While the fundamental theorem of the Galois theory is implicitly used in Ewan's nice answer, here is a tedious one without Galois theory, which is recorded mostly for my own benefit. 
Let $\alpha=\sqrt{2}$ and $\beta=\sqrt{3}$. 
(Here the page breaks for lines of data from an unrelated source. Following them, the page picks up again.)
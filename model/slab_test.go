package model

import "testing"

// A scratch slab whose piece runs out between mark and back goes on in the larger one. It once began a larger piece each time, up to all
// the memory of the machine.
func TestScratchStaysSmall(t *testing.T) {
	s := slab{wide: 1}
	s.take(1000) // leaves 24 of the first piece
	for range 40 {
		m := s.mark()
		for i, x := range s.take(37) {
			if x != 0 {
				t.Fatalf("number %d is %g, want 0", i, x)
			}
		}
		inner := s.mark()
		s.take(1200)[7] = 1
		s.back(inner)
		s.back(m)
	}
	if s.wide > 8*1200 {
		t.Errorf("a piece of %d numbers where at most 1237 are in use", s.wide)
	}
}
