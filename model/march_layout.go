package model

import "math"

// newMarched lays out the march of a product.
func (s *solver) newMarched(e effort) *marched {
	laws := s.lawsOf()
	f := &marched{track: &track{}}
	if e.rough {
		f.track.data = s.tmp.rough
	}
	switch {
	case s.product.Shape.Oval() && s.front:
		s.layShells(f, laws[0], e)
	case s.product.Shape.Oval():
		s.layRound(f, laws[0], e)
	case s.used > 1 || s.polynomial():
		s.laySpace(f, laws[0], e)
	default:
		s.layLine(f, laws, e)
	}
	f.track.n = len(f.mesh.weights())
	if m, ok := f.state.(*spaceMarch); ok && m.ice != nil {
		f.track.ice = laws[0]
	}
	f.now = make([]float64, f.track.n)
	f.shot = f.mesh.shot(f, f.now)
	return f
}

// layLine lays out a body of one axis, a layered slab, or a stirred food.
func (s *solver) layLine(f *marched, laws []*law, e effort) {
	kind, r := s.kinds[0], s.radii[0]
	if s.used == 0 {
		kind, r = lumped, s.product.Size.VolumeM3/s.product.Size.AreaM2
	}
	kinds := s.kinds
	if s.product.Shape.Layered() {
		kind, kinds[0] = planeFull, planeFull
	}
	crowd := lineCrowd
	if kind == radial || kind == spherical {
		crowd = roundCrowd
	}
	n := lineNodes
	for _, l := range laws {
		if s.front && l.sharp() {
			n = sharpNodes
		}
	}
	g := newLineGrid(s.product, kind, r, e.volumes(n), crowd)
	m := newLineMarch(g, laws)
	m.lower, m.upper = s.faces[0][0], s.faces[0][1]
	m.fill(s.product.StartC)
	line := newLineMesh(g)
	f.state, f.mesh = m, line
	for _, i := range g.food {
		if s.front {
			f.laws = append(f.laws, laws[i])
		}
	}
	nd := &nodes{x: [3][]float64{make([]float64, len(g.x)), {0}, {0}}}
	for i, x := range line.places() {
		nd.x[0][i] = x / g.r
	}
	f.body = newBody(body{kinds: kinds, radii: s.radii}, nd)
}

// laySpace lays out a body of two or three axes, or of one without a front.
func (s *solver) laySpace(f *marched, l *law, e effort) {
	var axes [3]*spaceAxis
	var by [3]stretch
	nd := &nodes{x: [3][]float64{{0}, {0}, {0}}, phi: [3][]float64{{1}, {1}, {1}}}
	front := s.front
	for a := range axes {
		switch {
		case a >= s.used:
			axes[a] = &spaceAxis{kind: lumped, n: 1, x: []float64{0}, w: []float64{1}, k: []float64{0}}
			continue
		case front:
			n, crowd := s.cutNodes(a)
			axes[a] = cutAxis(s.kinds[a], s.radii[a], e.volumes(n), crowd, s.faces[a])
			nd.x[a] = axes[a].x
			continue
		}
		by[a] = s.stretchOf(a)
		axes[a] = smoothAxis(s.kinds[a], s.radii[a], s.smoothNodes(a, e), by[a], s.faces[a])
		axes[a].bodyNodes(nd, a, s.used)
	}
	march, mesh := newSpaceMarch(axes, l, s.product.StartC), newSpaceMesh(axes)
	if !front {
		mesh.seenAt(nd)
	}
	f.state, f.mesh = march, mesh
	if !front {
		f.state = newModesMarch(march, e.tolK/4)
	}
	f.body = newBody(body{kinds: s.kinds, radii: s.radii, by: by}, nd)
}

// marchSettleS is the longest time after a change of surroundings from which the error is held where polynomials in two or three
// directions are marched, s: the first minutes of a thick food would need many times the polynomials of all that follows.
const marchSettleS = 300

// crowding is how thin a layer at a far face is taken to be, by the thinnest half axis.
const crowding = 1.5

// crowded is the factor by which an axis is crowded at its faces.
func (s *solver) crowded(a int) float64 {
	return max(0.1, min(1, crowding*s.thinnest()/s.radii[a]))
}

// thinnest is the shortest half axis, m.
func (s *solver) thinnest() float64 {
	thin := s.radii[0]
	for _, r := range s.radii[1:s.used] {
		thin = min(thin, r)
	}
	return thin
}

// wetFaces tells whether moisture counts on faces of more directions than one: near boiling its flow is steep, and so much steeper at an edge
// than beside it that the food there needs more polynomials than dry.
func (s *solver) wetFaces() bool {
	if s.used == 1 || s.ball != nil {
		return false
	}
	for i := range s.steps {
		for _, e := range exposures(s.product.Shape, &s.steps[i]) {
			if e.wet() || e.steamWithAir(&s.steps[i]) {
				return true
			}
		}
	}
	return false
}

// stretchOf is the stretch of an axis.
func (s *solver) stretchOf(a int) stretch { return stretchFor(s.crowded(a)) }

// mostNodes is how many nodes a brick may have: more take tens of seconds, and a track that is too long to keep. It binds bricks of a metre
// with steps of seconds, whose first layers are then left coarse: the stated error tells.
const mostNodes = 16000

// smoothNodes is how many polynomials an axis gets.
func (s *solver) smoothNodes(a int, e effort) int {
	n := s.freeNodes(a, e)
	if s.used == 3 {
		all := float64(s.freeNodes(0, e) * s.freeNodes(1, e) * s.freeNodes(2, e))
		n = int(float64(n) * min(1, math.Cbrt(mostNodes/all)))
	}
	if e.rough {
		n += s.fewer(a, 0) - s.degrees(a, 0)
	}
	return n
}

// freeNodes is how many an axis needs by itself: a stretched one as many as one of its crowded radius, and some for the stretch.
func (s *solver) freeNodes(a int, e effort) int {
	by := s.crowded(a)
	fo := s.foMin[a]
	s.foMin[a] /= by * by
	more := 2 * (1 - by)
	if s.wetFaces() {
		more = s.wetNodes(a)
	}
	n := int(math.Round((float64(s.degrees(a, 0)) + more) * e.more))
	s.foMin[a] = fo
	return min(n, maxDegrees)
}

// wetNodes is how many polynomials more an axis gets where moisture counts on faces of more than one direction: those that are longer than
// the thinnest have layers as thin as its own, and no place takes as long to come to rest as the middle of a disc.
func (s *solver) wetNodes(a int) float64 {
	more := 5 * (1 - s.thinnest()/s.radii[a])
	if s.kinds[a] == radial {
		more *= 2
	}
	if !s.sharp[a] { // those of a sharp film are many already
		more += 1.5
	}
	if s.kinds[a] == planeFull {
		more *= 1.85
	}
	return more
}

// volumes is how many control volumes an axis gets of n.
func (e effort) volumes(n int) int {
	if e.rough {
		return int(math.Round(float64(n) * e.more * e.fewer))
	}
	return int(math.Round(float64(n) * e.more))
}

// bodyNodes gives the nodes that a body with so many used axes looks at on an axis of polynomials, one with three as close as one with two.
func (a *spaceAxis) bodyNodes(nd *nodes, axis, used int) {
	x := nodesOf(a.kind, min(used, 2), a.n, false)
	nd.x[axis], nd.phi[axis] = x, make([]float64, len(x)*a.n)
	for g, at := range x {
		a.poly.values(at, nd.phi[axis][g*a.n:(g+1)*a.n], nil)
	}
}

// mayFreeze tells whether any place of a food that freezes may pass its freezing point.
func (s *solver) mayFreeze() bool {
	for _, f := range s.product.Foods() {
		if !f.freezes() {
			continue
		}
		if s.product.StartC < *f.FreezingC {
			return true
		}
		for i := range s.steps {
			for _, e := range exposures(s.product.Shape, &s.steps[i]) {
				if low, _ := s.skinOf(e, nil, &s.steps[i]).mediumRange(); low < *f.FreezingC {
					return true
				}
			}
		}
	}
	return false
}

// lawsOf makes the laws of the foods, by layer; they are made once for all marches of the product.
func (s *solver) lawsOf() []*law {
	if s.laws == nil {
		made := map[*Material]*law{}
		of := func(m *Material) *law {
			if made[m] == nil {
				made[m] = newLaw(m, s.options.ConductivityFactor)
			}
			return made[m]
		}
		if s.product.Food != nil {
			s.laws = append(s.laws, of(s.product.Food))
		}
		for i := range s.product.Layers {
			s.laws = append(s.laws, of(s.product.Layers[i].Food))
		}
	}
	return s.laws
}

// lineNodes is how many volumes a half axis gets at first.
const lineNodes = 42

// sharpNodes is how many a half axis gets whose ice forms all but at one temperature.
const sharpNodes = 84

// cutNodes is how many a half axis gets where a front moves through more than one, and how they crowd: in three directions fewer where the two
// faces of one axis are not alike, which makes twice the volumes. Thin axes get fewer than wide ones, since the closest nodes set the number of
// stages; wide ones are crowded more, so that a front begins at all faces alike.
func (s *solver) cutNodes(a int) (n int, crowd float64) {
	most := 18.0
	switch {
	case s.used == 2:
		most = 30
	case s.kinds[0] == planeFull:
		most = 14
	}
	mean := 1.0
	for _, r := range s.radii[:s.used] {
		mean *= r
	}
	mean = math.Pow(mean, 1/float64(s.used))
	return int(math.Round(most * max(0.75, min(1.25, math.Sqrt(s.radii[a]/mean))))), cutCrowd + 0.7*math.Log(s.radii[a]/s.thinnest())
}
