package model

import (
	"math"
	"slices"
)

// skin is how a face, or the whole surface, exchanges heat during one step. It is for one goroutine.
//
// Outermost stands what follows the temperature of the outer surface: convection by a correlation or a typed film, radiation, evaporation
// and condensation. Resistances (wrap, lid gap, the film inside a stirred vessel) lie in series beneath: the outer surface then takes the
// temperature at which as much heat arrives as passes them.
type skin struct {
	held      bool // the surface is kept at the medium: no flux is to be asked for
	insulated bool
	linear    bool    // the flux is totalW × (medium - surface): neither a correlation nor radiation nor moisture
	totalW    float64 // W/(m²·K), where linear
	seriesR   float64 // m²·K/W between the outer surface and the food, where not linear

	course, humidity cursor  // °C and %, from the start of the step
	moist            bool    // the humidity is stated, or one is taken for a wet surface
	totalPa          float64 // pressure of the air

	filmW     float64  // typed film, W/(m²·K); 0: by air
	air       *airFilm // nil where the film is typed or stated
	steamAir  bool     // steam with air in it
	radiates  float64  // emissivity; 0: no radiation counted
	wallsK4   float64  // radiating temperature, K to the fourth
	wet       bool     // evaporates as well as condenses
	condenses bool     // vapour condenses below the dew point, wet or dry
	slowHeats bool     // of two forms of the law of evaporation the one that leaves the food colder; else the hotter
	activity  float64  // of the water at a wet surface
	boilsC    float64  // temperature at which the water at a wet surface boils, °C
	given     bool     // the food's activity is known

	law   func(surfaceC, tauS float64) (w, slope float64) // stands for everything (tests)
	now   around                                          // of a medium that stays as it is; else of the last look, nowS s into the step
	nowS  float64
	table *fluxTable // of a medium that stays as it is; nil otherwise
	brief *fluxTable // of one that changes, at the last look: where many places are looked at; nil otherwise
	exp   *Exposure
	film  filmCase
}

// around is what surrounds a face at one instant.
type around struct {
	mediumC  float64
	ratio    float64 // humidity ratio of the air
	massWK   float64 // mass that evaporates by the film and the drive, K·kg/J: 1/(cp Le^(2/3))
	vapourPa float64
	dewC     float64 // steam with air only
	uchidaW  float64 // film of condensing steam with air, W/(m²·K), times what multiplies it
}

// usualEmissivity is taken where a radiating temperature stands without an emissivity: foods lie at 0.9 to 0.95 (from memory).
const usualEmissivity = 0.9

// stefan is the constant of Stefan and Boltzmann, W/(m²·K⁴) (CODATA).
const stefan = 5.670374419e-8

// Water activity of a wet surface where the food's is not known: pure water where a colder food is the safe side, and in chilling the low
// end of moist cooked food (common practice, no source).
const activityHeats, activityCools = 1, 0.95

// newSkin makes ready what the exposure e does to a food of water activity aw during a step. Of c it takes shape, size, foodC and face.
func newSkin(e *Exposure, c *filmCase, aw *float64, st *Step) *skin {
	s := &skin{exp: e, film: *c, slowHeats: st.Stage != nil && st.Stage.Heats}
	s.film.altitudeM = st.AltitudeM
	s.film.mediumC = e.Medium.meanC(st.DurationS)
	if e.AirMS != nil {
		s.film.airMS = *e.AirMS
	}
	s.course = cursor{x: e.Medium.TimesS, y: e.Medium.C}
	if e.Surface.law != nil {
		s.law = e.Surface.law
		s.tabulate()
		return s
	}
	if e.Surface.NoMedium {
		s.insulated, s.linear = true, true
		return s
	}
	if !e.reacts(st) {
		u := e.filmUsed(nil, &s.film)
		s.linear, s.totalW, s.held = true, u.TotalW, math.IsInf(u.TotalW, 1)
		return s
	}
	s.totalPa = pressurePa(st.AltitudeM)
	s.seriesR = e.seriesM2KW(&s.film)
	s.steamAir = e.steamWithAir(st)
	switch {
	case e.FilmW != nil:
		s.filmW = *e.FilmW
	default:
		s.air = newAirFilm(e.Surface.meets == airBlown, &s.film)
	}
	if e.RadiatingC != nil {
		s.radiates = usualEmissivity
		if e.Emissivity != nil {
			s.radiates = *e.Emissivity
		}
		s.wallsK4 = math.Pow(*e.RadiatingC+273.15, 4)
	}
	s.wets(e, aw)
	s.tabulate()
	return s
}

// wets makes moisture ready.
func (s *skin) wets(e *Exposure, aw *float64) {
	s.wet = e.wet()
	switch {
	case e.Medium.RH != nil:
		s.humidity = cursor{x: e.Medium.TimesS, y: e.Medium.RH}
	case e.RH != nil:
		s.humidity = cursor{y: []float64{*e.RH}}
	case s.steamAir: // the most vapour that it can hold
		s.humidity = cursor{y: []float64{100}}
	case s.wet && s.slowHeats: // dry air: the most evaporation
		s.humidity = cursor{y: []float64{0}}
	case s.wet: // the least
		s.humidity = cursor{y: []float64{100}}
	}
	s.moist = s.humidity.y != nil
	s.condenses = s.moist && !s.steamAir && (s.wet || e.FilmW == nil)
	s.activity = activityCools
	if s.slowHeats {
		s.activity = activityHeats
	}
	if aw != nil {
		s.activity, s.given = *aw, true
	}
	s.boilsC = satC(s.totalPa / s.activity)
}

// wet tells whether the surface is said to be wet.
func (e *Exposure) wet() bool { return e.Wet != nil && *e.Wet }

// inAir tells whether the surroundings are air, whose film, radiation and moisture can be worked out.
func (e *Exposure) inAir() bool { return e.Surface.Air() }

// steamWithAir tells whether steam is said not to be all vapour, or cannot be: what is colder than the boiling point holds air, at best
// saturated. From where even then it condenses with the film of pure steam, it is taken as pure, which is the same.
func (e *Exposure) steamWithAir(st *Step) bool {
	if e.Surface.meets != vapour || e.FilmW != nil {
		return false
	}
	for _, rh := range e.Medium.RH {
		if rh < 100 {
			return true
		}
	}
	if e.Medium.RH == nil && e.RH != nil && *e.RH < 100 {
		return true
	}
	total := pressurePa(st.AltitudeM)
	return slices.ContainsFunc(e.Medium.C, func(c float64) bool {
		return uchidaW(humidityRatio(vapourPa(c, 100, total), total)) < steamW
	})
}

// reacts tells whether the exchange of heat is no constant coefficient: its film follows the surface, or it radiates, or moisture counts.
func (e *Exposure) reacts(st *Step) bool {
	return e.Surface.law != nil || e.steamWithAir(st) || e.inAir() && (e.FilmW == nil || e.RadiatingC != nil || e.wet())
}

// seriesM2KW is what lies between the outer surface and the food, m²·K/W.
func (e *Exposure) seriesM2KW(c *filmCase) float64 {
	r := 0.0
	if e.WrapM2KW != nil {
		r = *e.WrapM2KW
	}
	if e.innerFilm(c) {
		r += 1 / innerW
	}
	return r
}

// innerW is the film between a vessel's wall and a liquid in it that is stirred, W/(m²·K): the low end of 50 to 100 for liquids that only
// move by themselves (Çengel, Heat Transfer, typical values); stirring makes it higher.
const innerW = 50.0

// innerFilm tells whether the film inside a vessel counts: not where the user typed the film, which stands for everything, nor where
// the liquid itself lies open and wet.
func (e *Exposure) innerFilm(c *filmCase) bool {
	return c.shape.Mixed() && e.FilmW == nil && !e.Surface.NoMedium && e.Surface.law == nil && !e.wet()
}

// around gives the surroundings tau s after the start of the step.
func (s *skin) around(tau float64) around {
	return s.surroundings(s.mediumC(tau), at(&s.humidity, tau))
}

// surroundings gives those of a temperature, °C, and a relative humidity, %.
func (s *skin) surroundings(mediumC, rhPc float64) around {
	a := around{mediumC: mediumC}
	if !s.moist {
		return a
	}
	a.vapourPa = vapourPa(a.mediumC, rhPc, s.totalPa)
	a.ratio = humidityRatio(a.vapourPa, s.totalPa)
	a.massWK = 1 / (moistCp(a.ratio) * lewisFactor)
	if s.steamAir {
		a.dewC = dewC(a.vapourPa)
		a.uchidaW = min(uchidaW(a.ratio), steamW) * s.exp.filmFactor()
	}
	return a
}

// mediumC is the temperature of the surroundings tau s after the start of the step; meaningless where insulated.
func (s *skin) mediumC(tau float64) float64 { return at(&s.course, tau) }

// at reads a course, or the one value that it has; NaN if it has none.
func at(c *cursor, tau float64) float64 {
	switch len(c.y) {
	case 0:
		return math.NaN()
	case 1:
		return c.y[0]
	}
	return c.to(tau)
}

// uchidaW is the film of steam that condenses on a cold wall out of air, W/(m²·K), by the mass of steam to that of air
// (Uchida, Oyama & Togo 1965, 3rd UN Conference on Peaceful Uses of Atomic Energy 13:93-102; from memory), air left still.
func uchidaW(ratio float64) float64 { return 379 * math.Pow(ratio, 0.707) }

// convectionW is the film on the outer surface, W/(m²·K).
func (s *skin) convectionW(outerC float64, a *around) float64 {
	if s.air == nil {
		return s.filmW
	}
	return s.air.at(outerC, a.mediumC) * s.exp.filmFactor()
}

// outer is the heat that arrives at the outer surface, W/m².
func (s *skin) outer(outerC float64, a *around) float64 {
	h := s.convectionW(outerC, a)
	w := h * (a.mediumC - outerC)
	if s.steamAir { // it condenses while the surface is colder than the dew point, and beyond that it warms as still air does
		return max(a.uchidaW*(a.dewC-outerC), w)
	}
	if s.radiates > 0 {
		w += s.radiationW(outerC)
	}
	if s.condenses {
		w -= h * a.massWK * s.drive(outerC, a) * latentJkg(outerC)
		if above := outerC - (s.boilsC - boilsEarlyK); s.wet && above > 0 { // where air is nearly all vapour, drive does not hold it there
			w -= boilW * above
		}
	}
	return w
}

// boilW is the film by which a wet surface whose water boils gives off steam, W/(m²·K): within the 2500 to 100000 of boiling water (Çengel,
// Heat Transfer, typical values). It sets in boilsEarlyK below boiling, so that no usual oven takes the surface above it.
const (
	boilW       = 1e4
	boilsEarlyK = 0.3
)

// radiationW is the net heat by radiation, W/m².
func (s *skin) radiationW(outerC float64) float64 {
	k := outerC + 273.15
	return s.radiates * stefan * (s.wallsK4 - k*k*k*k)
}

// drive is what drives vapour off the surface, kg a kg of dry air: above 0 it evaporates, below it condenses. The mass is
// h/(cp Le^(2/3)) times it, cp by the kg of dry air (Lewis' relation; Chilton & Colburn 1934). It is the difference of the humidity ratios
// where the food is to be heated, and Stefan's logarithm of it, which is never more, where it is to be cooled: of two forms of the law the
// one that makes the step slower.
func (s *skin) drive(outerC float64, a *around) float64 {
	activity := 1.0
	if s.wet {
		activity = s.activity
	}
	ws := humidityRatio(activity*satPa(outerC), s.totalPa)
	d := ws - a.ratio
	if !s.wet && d >= 0 {
		return 0
	}
	if !s.slowHeats {
		d = (1 + a.ratio) * math.Log1p(d/(1+a.ratio))
	}
	return d
}

// direct is the heat that flows into the food at a temperature of its surface, W/m².
func (s *skin) direct(surfaceC float64, a *around) float64 {
	if s.seriesR == 0 {
		return s.outer(surfaceC, a)
	}
	_, w := s.through(surfaceC, a)
	return w
}

// through finds the temperature of the outer surface, °C, and the heat, W/m², that arrives there and passes the resistances beneath it.
// The heat falls as the outer surface warms, so that the answer lies between the food's surface and what would be if nothing changed.
func (s *skin) through(surfaceC float64, a *around) (outerC, w float64) {
	r := s.seriesR
	x := surfaceC // an end of the bracket, with what is short there as a temperature: the answer is no further away
	w = s.outer(x, a)
	fx := r * w
	y := x + fx
	w = s.outer(y, a)
	fy := surfaceC + r*w - y
	for range 100 { // false position, halving what stays (Illinois)
		if math.Abs(fy) < 1e-12*(1+math.Abs(y)) || x == y {
			break
		}
		z := y - fy*(y-x)/(fy-fx)
		w = s.outer(z, a)
		fz := surfaceC + r*w - z
		if (fz > 0) != (fy > 0) {
			x, fx = y, fy
		} else {
			fx /= 2
		}
		y, fy = z, fz
	}
	return y, w
}

// flux gives the heat that flows into the food, W/m², and its slope by the surface temperature, W/(m²·K), tau s after the start of the
// step. Where the medium stays as it is, or many places are looked at, both come from a table of cubics.
func (s *skin) flux(surfaceC, tau float64) (w, slope float64) {
	switch {
	case s.table != nil:
		return s.table.at(surfaceC)
	case s.brief != nil:
		s.look(tau)
		return s.brief.at(surfaceC)
	}
	return s.exact(surfaceC, tau)
}

// look takes the surroundings tau s after the start of the step, unless the last look was there.
func (s *skin) look(tau float64) {
	if tau == s.nowS {
		return
	}
	s.now, s.nowS = s.around(tau), tau
	if s.brief != nil {
		s.brief.clear()
	}
}

// exact is flux without a table.
func (s *skin) exact(surfaceC, tau float64) (w, slope float64) {
	switch {
	case s.law != nil:
		return s.law(surfaceC, tau)
	case s.insulated:
		return 0, 0
	case s.linear:
		return s.totalW * (s.mediumC(tau) - surfaceC), -s.totalW
	case s.table == nil:
		s.look(tau)
	}
	return s.sloped(surfaceC, &s.now, slopeK)
}

// corner is what stands around a skin a while before a course of it changes its slope: as it was, and as if the line after the corner had
// begun there already.
type corner struct{ was, straight around }

// mostBackK is how far the line after a corner may lead from what was, K, and mostBackPc in % of humidity: beyond, it says nothing of the food.
const mostBackK, mostBackPc = 25, 20

// cornerAt gives the corner at tau, seen from before, both s into the step; ok tells whether the line after it may be followed so far.
func (s *skin) cornerAt(tau, before float64) (c corner, turns, ok bool) {
	was, wasPc := s.mediumC(before), at(&s.humidity, before)
	back, backPc := s.course.back(tau, before), s.humidity.back(tau, before)
	byK, byPc := math.Abs(back-was), math.Abs(backPc-wasPc)
	if !s.moist {
		byPc = 0
	}
	if byK > mostBackK || byPc > mostBackPc {
		return c, true, false
	}
	return corner{s.surroundings(was, wasPc), s.surroundings(back, max(0, min(100, backPc)))}, byK > 1e-9 || byPc > 1e-9, true
}

// change is by how much more heat flows into the food after a corner, W/m².
func (c *corner) change(s *skin, surfaceC float64) float64 {
	if s.linear {
		return s.totalW * (c.straight.mediumC - c.was.mediumC)
	}
	return s.direct(surfaceC, &c.straight) - s.direct(surfaceC, &c.was)
}

// slopeK is half of the difference that a slope is taken over, K.
const slopeK = 1e-3

// sloped takes the slope from two temperatures d K to each side, of the outer surface where something lies in series beneath it.
func (s *skin) sloped(surfaceC float64, a *around, d float64) (w, slope float64) {
	outerC := surfaceC
	if s.seriesR > 0 {
		outerC, w = s.through(surfaceC, a)
	} else {
		w = s.outer(surfaceC, a)
	}
	slope = (s.outer(outerC+d, a) - s.outer(outerC-d, a)) / (2 * d)
	return w, slope / (1 - s.seriesR*slope)
}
Then $K$ has the following five subfields (without using Galois theory, one cannot conclude immediately that these are "exactly" the intermediate fields so far.)
$$
K_1=\Bbb{Q}, \ \ K_2=\Bbb{Q}(\alpha),\ \ K_3=\Bbb{Q}(\beta), \ \ K_4=\Bbb{Q}(\alpha\beta),\ \ K.
$$
Let $\gamma\in K$ be such that $K=\Bbb{Q}(\gamma)$. Then $\gamma$ must be of the form 
$$
\gamma=a+b\alpha+c\beta+d\alpha\beta
$$
for some $a,b,c,d\in \Bbb{Q}$, since $(1,\alpha,\beta,\alpha\beta)$ is a basis of the $\Bbb{Q}$-vector space $K$. Since $[K:\Bbb{Q}]=4$, $\gamma$ must be of degree $4$. We show that this would happen if and only if at most one of $b,c,d$ is zero. 
Suppose that $\gamma$ has degree $4$ and that more than one of $b,c,d$ are zero. Then
$$
\gamma\in K_i
$$
for some $i\in\{1,2,3,4\}$, which contradicts the degree of $\gamma$. 
Conversely, suppose at most one of $b,c,d$ is zero. We want to show that $\gamma$ is of degree $4$. Note that $\Bbb{Q}\subset\Bbb{Q}(\gamma)\subset K$. Thus, the only possible degrees of $\gamma$ are $1,2,4$. It thus suffices to show that the degree can neither be $1$ nor $2$. Since "at most one of $b,c,d$" is zero implies that one of $b,c,d$ must be non zero, we have $\gamma\not\in \Bbb{Q}$ and thus its degree cannot be $1$. Supose $\gamma$ has degree $2$. Then $\gamma^2$ can be written as a $\Bbb{Q}$-linear combination of $\{1,\gamma\}$:
$$
\gamma^2=k\cdot 1+l\cdot\gamma,\quad l,k\in\Bbb{Q}.
$$
Note that
$$
\gamma^2=(a^2+2b^2+3c^2+6d^2)+(2ab+6cd)\alpha+(2ac+4bd)\beta+(2ad+2bc)\alpha\beta.
$$
One the other hand
$$
k+l\gamma=(k+la)+(lb)\alpha+(lc)\beta+(ld)\alpha\beta.
$$
Comparing the coefficients of $\alpha,\beta,\alpha\beta$ gives
$$
\begin{align}
&l=(2ab+6cd)/b=2a+6cd/b,\\
&2ac+4bd=lc=2ac+6c^2d/b, \\
&l=(2ac+4bd)/c=2a+4bd/c,\\
&2ad+2bc=ld=2ad+4bd^2/c, 
\end{align}
$$
which implies that
$$
\begin{align} 
2d(3c^2-2b^2)=0
\end{align}
$$
and 
$$
\begin{align} 2b(2d^2-c^2)=0,
\end{align}
$$
If $3c^2-2b^2=0$, then $c=b=0$ since otherwise both $c$ and $b$ cannot be zero, which implies that $\sqrt{3/2}\in\Bbb{Q}$ which is impossible. But this contradicts our assumption that "at most one of $b,c,d$" is zero. Hence, $3c^2-2b^2\not=0$. It follows that $d=0$. Similarly, $b=0$. Therefore, $d=b=0$, which is again a contradiction. 
To sum up, $\gamma$ is such that $\Bbb{Q}(\gamma)=K$ if and only if it is of the form
$$
\gamma=a+b\alpha+c\beta+d\alpha\beta
$$
where at most one of ${b,c,d}$ is zero.